_Work item:_
Which lines of the records below contain the word "stale"? Show each one.

[Excerpts from a dataset]
=== Begin Enclosure ===
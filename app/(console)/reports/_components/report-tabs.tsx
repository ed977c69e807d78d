/** The reporting jobs, one link each. Server component. */
import Link from "next/link";

const TABS = [
  { href: "/reports", label: "Overview" },
  { href: "/reports/handover", label: "Shift handover" },
  { href: "/reports/worst-loops", label: "Worst loops" },
  { href: "/reports/fleet-health", label: "Fleet health" },
  { href: "/reports/subscriptions", label: "E-mail delivery" },
];

export function ReportTabs({ active }: { active: string }) {
  return (
    <nav aria-label="Reports" className="flex gap-1 border-b border-line pb-1">
      {TABS.map((t) => (
        <Link
          key={t.href}
          href={t.href}
          aria-current={t.href === active ? "page" : undefined}
          className={`rounded px-3 py-1 text-sm ${t.href === active ? "bg-raised font-medium underline decoration-accent decoration-2 underline-offset-[6px]" : "text-muted hover:bg-raised"}`}
        >
          {t.label}
        </Link>
      ))}
    </nav>
  );
}
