"use client";
/**
 * Loop-health report of the tenant: how many loops in each tracker state, how the decay ratios
 * spread against the alarm levels, the loops closest to their levels, and the alarm figures.
 */
import Link from "next/link";
import { useMemo } from "react";
import { TRACKER_STATES } from "@/lib/domain/types";
import { fmt } from "@/lib/client/format";
import { useDecayLevels, useLoops, useNow } from "@/lib/client/hooks";
import { dataAge, sortWorstFirst } from "@/lib/client/order";
import { KpiCharts } from "@/app/_components/kpi-charts";

const BINS = [0, 0.1, 0.2, 0.3, 0.4, 0.5, 0.6, 0.7, 0.8, 0.9, 1.0001];

export function ReportsView() {
  const { loops, isLoading } = useLoops();
  const now = useNow(10_000);
  const levels = useDecayLevels("tenant");
  const byState = useMemo(() => {
    const m = new Map<string, number>();
    for (const l of loops) m.set(l.state?.trackerState ?? "no estimate", (m.get(l.state?.trackerState ?? "no estimate") ?? 0) + 1);
    return m;
  }, [loops]);
  const hist = useMemo(() => {
    const h = new Array<number>(BINS.length - 1).fill(0);
    let none = 0;
    for (const l of loops) {
      const d = l.state?.decayRatio;
      if (d == null) {
        none++;
        continue;
      }
      const i = BINS.findIndex((b, k) => k < BINS.length - 1 && d >= b && d < BINS[k + 1]!);
      h[i < 0 ? h.length - 1 : i]!++;
    }
    return { h, none };
  }, [loops]);
  const worst = useMemo(() => sortWorstFirst(loops, levels.high).slice(0, 10), [loops, levels.high]);
  const stale = loops.filter((l) => dataAge(l.state, now).stale).length;
  const maxBin = Math.max(1, ...hist.h);
  return (
    <div className="flex flex-col gap-4">
      <h1 className="text-xl font-semibold">Reports</h1>
      {isLoading && <p className="text-muted">Loading…</p>}
      <div className="grid gap-4 md:grid-cols-3">
        <section className="rounded-md border border-line bg-surface p-3" aria-label="Tracker states">
          <h2 className="mb-2 font-semibold">Loops by tracker state</h2>
          <dl className="num text-sm">
            {[...TRACKER_STATES, "no estimate"].map((s) => (
              <div key={s} className="flex justify-between border-b border-line/40 py-0.5">
                <dt>{s}</dt>
                <dd>{byState.get(s) ?? 0}</dd>
              </div>
            ))}
            <div className="flex justify-between py-0.5 font-semibold">
              <dt>all loops ({stale} with stale data)</dt>
              <dd>{loops.length}</dd>
            </div>
          </dl>
        </section>
        <section className="rounded-md border border-line bg-surface p-3" aria-label="Decay ratio distribution">
          <h2 className="mb-2 font-semibold">Decay ratio of the dominant oscillation</h2>
          <svg width="100%" viewBox="0 0 220 120" role="img" aria-label="Histogram of decay ratios across loops">
            {hist.h.map((n, i) => {
              const h = (n / maxBin) * 90;
              return <rect key={i} x={10 + i * 20} y={100 - h} width="17" height={h} fill="var(--rg-ink)" opacity="0.8" />;
            })}
            {[levels.low, levels.high].map((lv, i) => (
              <line key={i} x1={10 + lv * 200} x2={10 + lv * 200} y1="5" y2="100" stroke={i ? "var(--rg-high)" : "var(--rg-muted)"} strokeDasharray="3 2" />
            ))}
            <line x1="10" x2="210" y1="100" y2="100" stroke="var(--rg-line)" />
            {[0, 0.5, 1].map((t) => (
              <text key={t} x={10 + t * 200} y="114" fontSize="9" textAnchor="middle" fill="var(--rg-muted)">
                {t}
              </text>
            ))}
          </svg>
          <p className="text-xs text-muted">
            Dashed: the tenant&apos;s low ({levels.low}) and high ({levels.high}) levels. {hist.none} loop(s) have no oscillating mode.
          </p>
        </section>
        <section className="rounded-md border border-line bg-surface p-3" aria-label="Closest to the levels">
          <h2 className="mb-2 font-semibold">Closest to their alarm level</h2>
          <ol className="num text-sm">
            {worst.map((l) => (
              <li key={l.id} className="flex justify-between gap-2 border-b border-line/40 py-0.5">
                <Link href={`/loops/${l.id}`} className="font-mono hover:underline">
                  {l.tag}
                </Link>
                <span className="font-mono text-muted">
                  ρ {fmt(l.state?.spectralRadius ?? null)} · DR {fmt(l.state?.decayRatio ?? null, 2)}
                </span>
              </li>
            ))}
          </ol>
        </section>
      </div>
      <KpiCharts />
    </div>
  );
}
=== End Enclosure ===
_Worked solution:_
  const stale = loops.filter((l) => dataAge(l.state, now).stale).length;
              <dt>all loops ({stale} with stale data)</dt>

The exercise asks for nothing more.